▶

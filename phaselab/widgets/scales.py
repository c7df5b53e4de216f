"""Colour scales for per-orbit values: chaos indicators, frequencies and diffusion.

A chaos indicator changes meaning at one value (MEGNO tends to 2 on quasi-periodic motion
and grows on chaotic orbits), so its scale is fixed, not stretched to each run's range, and
split at that value: below the anchor a cool ramp (regular), above it a warm ramp
(chaotic). MEGNO over a finite time does not sit exactly on 2 for an invariant torus, so its
split is a band (:func:`megno_band`) drawn in one colour, the band's width following from
the number of crossings. The user may move the low end, the anchor and the high end.
Frequencies have no such value: their scale spans the values found (:func:`fit_to_values`)
on one sequential ramp, and the colour bar title says the unit and what the sign means.

No bokeh or ipywidgets here: the scales are numbers and hex colours, shared by the
explorer's bokeh figures and its static pictures.
"""

from __future__ import annotations

import math
from dataclasses import dataclass, replace

import numpy as np

from phaselab.errors import ParameterError

#: cool ramp (regular side): deep blue to a mid blue that still shows on the off-white ground
COOL = ("#14294a", "#1f4e79", "#2f6fa3")
#: the colour of the band around the anchor (MEGNO near 2: an invariant torus), a green apart
#: from both ramps
BAND = "#23806a"
#: warm ramp (chaotic side): ochre to brick (no pale end: every colour shows on the ground)
WARM = ("#b97a10", "#c9662e", "#a8432a", "#74241b")
#: one ramp for values without an anchor (frequencies)
SEQUENTIAL = ("#1d3557", "#2b5d7d", "#3f9a96", "#9cc08a", "#e0b64a", "#c2603a")
MISSING = "#b9b9b9"

CHAOS_INDICATORS = ("megno", "lyapunov", "fli", "sali")
FREQUENCY_VALUES = ("frequency", "diffusion")
#: How the colour menu writes each value (method names as the literature writes them).
MENU_WORDS = {"megno": "MEGNO", "lyapunov": "Lyapunov exponent", "fli": "FLI", "sali": "SALI",
              "frequency": "frequency", "diffusion": "frequency diffusion"}


@dataclass(frozen=True)
class Scale:
    """A colour scale.

    Attributes
    ----------
    low, high : float
        Values at the two ends (values outside are drawn in the end colours).
    anchor : float or None
        Where the meaning changes (cool below, warm above); None for a plain ramp.
    label : str
        Title of the colour bar.
    log : bool
        The value shown is ``log10`` of the indicator (SALI).
    band : float
        Half-width of the band around ``anchor`` drawn in :data:`BAND` (values within it
        count as at the anchor); 0 for a plain split.
    span : str
        The integration time the band was set for, in words (e.g. "300 crossings").
    """

    low: float
    high: float
    anchor: float | None
    label: str
    log: bool = False
    band: float = 0.0
    span: str = ""

    def with_limits(self, low=None, anchor=None, high=None) -> "Scale":
        """The same scale with new ends or anchor (checked: low < anchor < high)."""
        lo = self.low if low is None else float(low)
        hi = self.high if high is None else float(high)
        an = self.anchor if anchor is None else float(anchor)
        if not (math.isfinite(lo) and math.isfinite(hi) and lo < hi):
            raise ParameterError(f"colour scale needs low < high, got {lo!r} and {hi!r}")
        if an is not None and not (lo < an < hi):
            raise ParameterError(f"the colour scale's anchor {an:g} must lie between low {lo:g} and high {hi:g}")
        return replace(self, low=lo, high=hi, anchor=an)

    @property
    def title(self) -> str:
        """The colour bar title: the label and, with a band, where the band lies."""
        if self.anchor is None or not self.band > 0:
            return self.label
        lo, hi = self.anchor - self.band, self.anchor + self.band
        return f"{self.label}; torus band {lo:.3g} to {hi:.3g}" + (f" for {self.span}" if self.span else "")

    def shown(self, value: float) -> float:
        """The number placed on the scale for an indicator value (log10 for SALI)."""
        v = float(value)
        if self.log:
            return math.log10(v) if v > 0 else float("nan")
        return v

    def palette(self, n: int = 256) -> list[str]:
        """``n`` hex colours from ``low`` to ``high``; with an anchor the cool ramp ends and
        the warm one starts at the anchor's place."""
        if self.anchor is None:
            return _ramp(SEQUENTIAL, n)
        span = self.high - self.low
        k0 = int(round(n * (self.anchor - self.band - self.low) / span))
        k1 = int(round(n * (self.anchor + self.band - self.low) / span))
        k0 = min(max(k0, 1), n - 1)
        k1 = min(max(k1, k0), n - 1)
        return _ramp(COOL, k0) + [BAND] * (k1 - k0) + _ramp(WARM, n - k1)

    def colors(self, values) -> list[str]:
        """The hex colour of each value (``MISSING`` for NaN)."""
        pal = self.palette()
        out = []
        for v in np.asarray(values, dtype=float).ravel():
            if not np.isfinite(v):
                out.append(MISSING)
                continue
            t = (v - self.low) / (self.high - self.low)
            out.append(pal[int(min(max(t, 0.0), 1.0 - 1e-12) * len(pal))])
        return out


def _ramp(stops, n):
    rgb = np.array([[int(c[k:k + 2], 16) for k in (1, 3, 5)] for c in stops], float)
    if n <= 0:
        return []
    t = np.linspace(0.0, 1.0, n)
    s = np.linspace(0.0, 1.0, len(stops))
    cols = np.stack([np.interp(t, s, rgb[:, k]) for k in range(3)], axis=1)
    return ["#%02x%02x%02x" % tuple(int(round(v)) for v in row) for row in cols]


#: Default scales. MEGNO: 2 on quasi-periodic orbits, 0 on stable isochronous motion,
#: growing like lambda t / 2 on chaotic ones (Cincotta & Simo 2000, A&AS 147, 205).
#: SALI: tends to a positive constant on regular orbits and to 0 exponentially on chaotic
#: ones; 1e-8 is the usual dividing value (Skokos 2001, J. Phys. A 34, 10029). The
#: Lyapunov, FLI and diffusion anchors depend on the integration time; the defaults below
#: are common-practice starting points for a few hundred crossings, to be adjusted.
DEFAULT_SCALES = {
    "megno": Scale(0.0, 8.0, 2.0, "MEGNO (2: quasi-periodic)", band=0.25),
    "lyapunov": Scale(0.0, 0.1, 0.01, "Lyapunov exponent (finite time)"),
    "fli": Scale(0.0, 12.0, 4.0, "FLI"),
    "sali": Scale(-16.0, 0.0, -8.0, "log10 SALI (below -8: chaotic)", log=True),
    "diffusion": Scale(-14.0, 0.0, -6.0, "log10 frequency diffusion"),
    "frequency": Scale(-0.5, 0.5, None, "frequency"),
}

#: Values whose scale spans the values found (until the user sets its ends).
FITTED = ("frequency",)

#: Crossings over which a deviation vector of a torus orbit settles into linear growth (a
#: choice of this project, see :func:`megno_band`).
SETTLE = 4.0


def megno_band(crossings) -> float:
    """Half-width of the MEGNO band around 2 counted as an invariant torus after
    ``crossings`` crossings (iterates, periods).

    On a torus the deviation vector grows linearly, |w| ~ a + b t, and the time-averaged
    MEGNO tends to 2 only like 2 - (2 tau / t) ln(t / tau) with tau = a / b (derived here
    from the definition of MEGNO, Cincotta & Simo 2000, A&AS 147, 205: finite-time values
    of regular orbits lie on either side of 2 once the oscillations of Y(t) are added).
    With tau = :data:`SETTLE` crossings the band is 2 tau ln(N / tau) / N for N crossings,
    at most 1 and at least 0.01: 0.115 for 300 crossings, 0.025 for 2000.
    """
    n = max(float(crossings), SETTLE * math.e)
    return float(min(1.0, max(0.01, 2.0 * SETTLE * math.log(n / SETTLE) / n)))


def megno_scale(crossings, label=None, noun="crossings") -> Scale:
    """The MEGNO scale with its band for ``crossings`` crossings (see :func:`megno_band`);
    ``noun`` names what is counted (crossings, iterates, periods, samples)."""
    s = DEFAULT_SCALES["megno"]
    return replace(s, band=megno_band(crossings), label=label or s.label, span=f"{int(crossings)} {noun}")


#: The unit of a frequency per kind of view (what one sample of the orbit is).
FREQUENCY_UNITS = {"section": "cycles per crossing", "map": "cycles per iterate",
                   "strobe": "cycles per drive period", "portrait": "cycles per unit time"}


def frequency_label(q, p, unit) -> str:
    """The frequency colour bar title: what is shown (the first degree of freedom, coordinate
    ``q`` and momentum ``p``), its unit, and what the sign means (the convention of
    :func:`phaselab.frequencies`: clockwise turning in the (q, p) plane is positive)."""
    return f"frequency of {q} ({unit}; + is clockwise in {q}, {p})"


def fit_to_values(scale: Scale, values) -> Scale:
    """``scale`` with its ends at the range of the finite ``values`` (widened by 5 % each side
    so the extreme orbits are not drawn in the end colours); unchanged without values."""
    v = np.asarray(values, float).ravel()
    v = v[np.isfinite(v)]
    if not v.size:
        return scale
    lo, hi = float(v.min()), float(v.max())
    pad = 0.05 * (hi - lo) if hi > lo else max(0.05 * abs(lo), 1e-3)
    return replace(scale, low=lo - pad, high=hi + pad)


def scale_for(color_by, label=None, values=None) -> Scale | None:
    """The starting scale for ``color_by`` (None when orbits keep their own colours).

    For a value without a default (a user function, a result field) the scale spans
    ``values`` once, then stays fixed until the user changes it.
    """
    if color_by is None:
        return None
    if isinstance(color_by, str) and color_by in DEFAULT_SCALES:
        s = DEFAULT_SCALES[color_by]
        if color_by in FITTED and values is not None:
            s = fit_to_values(s, values)
        return replace(s, label=label) if label else s
    v = np.asarray(values if values is not None else [], float)
    v = v[np.isfinite(v)]
    lo, hi = (float(v.min()), float(v.max())) if v.size else (0.0, 1.0)
    if not hi > lo:
        lo, hi = lo - 0.5, hi + 0.5
    name = label or (color_by if isinstance(color_by, str) else "value")
    return Scale(lo, hi, None, name)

◀

### What needs to be done:
Repeat each line, unchanged, from the line that contains "s = DEFAULT_SCALES[color_by]" to the end of the listing above.

### Task solution:
        s = DEFAULT_SCALES[color_by]
        if color_by in FITTED and values is not None:
            s = fit_to_values(s, values)
        return replace(s, label=label) if label else s
    v = np.asarray(values if values is not None else [], float)
    v = v[np.isfinite(v)]
    lo, hi = (float(v.min()), float(v.max())) if v.size else (0.0, 1.0)
    if not hi > lo:
        lo, hi = lo - 0.5, hi + 0.5
    name = label or (color_by if isinstance(color_by, str) else "value")
    return Scale(lo, hi, None, name)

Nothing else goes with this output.